*** Records for processing Section Begins ***
package org.halyard.targets;

/**
 * A local maximum of a grid, refined to sub-cell position.
 *
 * @param x         easting of the refined maximum, m
 * @param y         northing of the refined maximum, m
 * @param amplitude grid value at the maximum (the analytic signal in nT/m when picked on it)
 * @param column    column of the maximum cell
 * @param row       row of the maximum cell (row 0 north)
 */
public record Peak(double x, double y, double amplitude, int column, int row) {
}
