package org.halyard.targets;

import org.locationtech.jts.geom.Geometry;

/**
 * A charted infrastructure feature (cable, pipeline, wellhead, charted wreck) in the survey's CRS.
 *
 * @param id       the feature's identifier in the infrastructure layer
 * @param geometry its geometry, x easting and y northing in metres of the survey's CRS (reproject at I/O)
 */
public record Asset(String id, Geometry geometry) {

    public Asset {
        if (id == null || id.isBlank()) {
            throw new IllegalArgumentException("infrastructure feature needs a non-empty id");
        }
        if (geometry == null || geometry.isEmpty()) {
            throw new IllegalArgumentException("infrastructure feature " + id + " has no geometry");
        }
    }
}
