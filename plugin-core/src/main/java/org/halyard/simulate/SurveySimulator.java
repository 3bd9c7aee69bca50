package org.halyard.simulate;

import com.fasterxml.jackson.databind.SerializationFeature;
import com.fasterxml.jackson.databind.node.ArrayNode;
import com.fasterxml.jackson.databind.node.ObjectNode;
import java.io.BufferedWriter;
import java.io.IOException;
import java.io.UncheckedIOException;
import java.nio.charset.StandardCharsets;
import java.nio.file.Files;
import java.nio.file.Path;
import java.time.Instant;
import java.time.ZoneOffset;
import java.time.format.DateTimeFormatter;
import java.util.ArrayList;
import java.util.LinkedHashMap;
import java.util.List;
import java.util.Locale;
import java.util.Map;
import java.util.Random;
import java.util.stream.IntStream;
import org.halyard.grid.Grid;
import org.halyard.grid.GridGeometry;
import org.halyard.grid.Progress;
import org.halyard.io.FeatureLayer;
import org.halyard.io.GeoPackageWriter;
import org.halyard.io.GeoTiffGrids;
import org.halyard.io.Iaga2002Writer;
import org.locationtech.jts.geom.Coordinate;
import org.locationtech.jts.geom.GeometryFactory;
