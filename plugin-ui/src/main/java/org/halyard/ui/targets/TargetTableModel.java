package org.halyard.ui.targets;

import java.util.ArrayList;
import java.util.List;
import java.util.Map;
import java.util.function.Consumer;
import javax.swing.table.AbstractTableModel;
import org.halyard.io.FeatureLayer;
import org.halyard.ui.map.TargetLayer;

/**
 * Rows are the features of a {@link TargetLayer}; columns are id, the analyst's three interpretation
 * fields (editable), then the layer's own attributes. Numeric columns report {@code Double} so that
 * sorting is numeric.
 */
public final class TargetTableModel extends AbstractTableModel {

    /** The interpretation columns, in table order, with their header texts. */
    static final String[][] EDITABLE = {
        {TargetLayer.ANALYST_CLASS, "Interpretation"},
        {TargetLayer.ANALYST_CONFIDENCE, "Confidence"},
        {TargetLayer.ANALYST_NOTE, "Note"}};

    private final TargetLayer layer;
    private final List<String> columns = new ArrayList<>();
    private final List<String> headers = new ArrayList<>();
    private final List<Class<?>> types = new ArrayList<>();
    private final Consumer<Edit> onEdit;

    /** One edited cell: feature id, column name, new value. */
    public record Edit(TargetLayer layer, long id, String column, Object value) { }

    public TargetTableModel(TargetLayer layer, Consumer<Edit> onEdit) {
        this.layer = layer;
        this.onEdit = onEdit;
        add("fid", "Id", Long.class);
        for (String[] e : EDITABLE) {
            add(e[0], e[1], String.class);
        }
        for (FeatureLayer.Column c : layer.data().columns()) {
            if (!columns.contains(c.name())) {
                add(c.name(), c.name(), c.type() == FeatureLayer.ColumnType.TEXT ? String.class
                        : c.type() == FeatureLayer.ColumnType.REAL ? Double.class : Long.class);
            }
        }
    }

    private void add(String column, String header, Class<?> type) {
        columns.add(column);
        headers.add(header);
        types.add(type);
    }

    public TargetLayer layer() {
        return layer;
    }

    /** The feature shown in model row {@code row}. */
    public FeatureLayer.Feature feature(int row) {
        return layer.data().features().get(row);
    }

    /** Model row of feature {@code id}, or -1. */
    public int rowOf(long id) {
        List<FeatureLayer.Feature> fs = layer.data().features();
        for (int i = 0; i < fs.size(); i++) {
            if (fs.get(i).id() == id) {
                return i;
            }
        }
        return -1;
    }

    /** Column index of attribute {@code name}, or -1. */
    public int columnOf(String name) {
        return columns.indexOf(name);
    }

    @Override
    public int getRowCount() {
        return layer.data().features().size();
    }

    @Override
    public int getColumnCount() {
        return columns.size();
    }

    @Override
    public String getColumnName(int c) {
        return headers.get(c);
    }

    @Override
    public Class<?> getColumnClass(int c) {
        return types.get(c);
    }

    @Override
    public boolean isCellEditable(int row, int c) {
        return c >= 1 && c <= EDITABLE.length;
    }

    @Override
    public Object getValueAt(int row, int c) {
        FeatureLayer.Feature f = feature(row);
        if (c == 0) {
            return f.id();
        }
        Map<String, Object> a = layer.attributes(f);
        Object v = a.get(columns.get(c));
        return v instanceof Double d && d.isNaN() ? null : v;
    }

    @Override
    public void setValueAt(Object value, int row, int c) {
        if (!isCellEditable(row, c)) {
            return;
        }
        String v = value == null || value.toString().isBlank() ? null : value.toString().trim();
        FeatureLayer.Feature f = feature(row);
        layer.setAttribute(f.id(), columns.get(c), v);
        fireTableCellUpdated(row, c);
        onEdit.accept(new Edit(layer, f.id(), columns.get(c), v));
    }
}
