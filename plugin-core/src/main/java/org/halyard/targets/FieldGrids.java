package org.halyard.targets;

import org.halyard.grid.Grid;

/**
 * The total-field anomaly and its three derivatives on one grid geometry, at one observation level.
 *
 * <p>Units: {@code total} in nT; {@code dx}, {@code dy}, {@code dz} in nT/m with x east, y north and z
 * <b>down</b> (so {@code dz} is positive where the anomaly grows downward; DOMAIN.md). The derivatives may
 * come from the spectral filters or from measured gradients.
 *
 * @param total total-field anomaly, nT
 * @param dx    derivative with respect to easting, nT/m
 * @param dy    derivative with respect to northing, nT/m
 * @param dz    derivative with respect to depth (positive down), nT/m
 */
public record FieldGrids(Grid total, Grid dx, Grid dy, Grid dz) {

    public FieldGrids {
        for (Grid g : new Grid[] {dx, dy, dz}) {
            if (!g.geometry().equals(total.geometry())) {
                throw new IllegalArgumentException("derivative grids must share the total-field grid's geometry: "
                        + g.geometry() + " differs from " + total.geometry());
            }
        }
    }

    /**
     * The 3-D analytic signal amplitude sqrt(dx^2 + dy^2 + dz^2), nT/m (Roest, Verhoef and Pilkington 1992,
     * Geophysics 57(1) 116-125); blank where any derivative is blank.
     */
    public Grid analyticSignal() {
        float[] a = new float[total.geometry().size()];
        for (int i = 0; i < a.length; i++) {
            double gx = dx.get(i), gy = dy.get(i), gz = dz.get(i);
            a[i] = (float) Math.sqrt(gx * gx + gy * gy + gz * gz);
        }
        return Grid.wrap(total.geometry(), a);
    }
}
*** Records for processing Section Ends ***
• _Task item_
Looking back over the data above, restate word for word the lines that begin at the line with "import java.util.function.Consumer;" and end at the line with "static final String[][]", inclusive.

• _Answer space_
import java.util.function.Consumer;
import javax.swing.table.AbstractTableModel;
import org.halyard.io.FeatureLayer;
import org.halyard.ui.map.TargetLayer;

/**
 * Rows are the features of a {@link TargetLayer}; columns are id, the analyst's three interpretation
 * fields (editable), then the layer's own attributes. Numeric columns report {@code Double} so that
 * sorting is numeric.
 */
public final class TargetTableModel extends AbstractTableModel {

    /** The interpretation columns, in table order, with their header texts. */
    static final String[][] EDITABLE = {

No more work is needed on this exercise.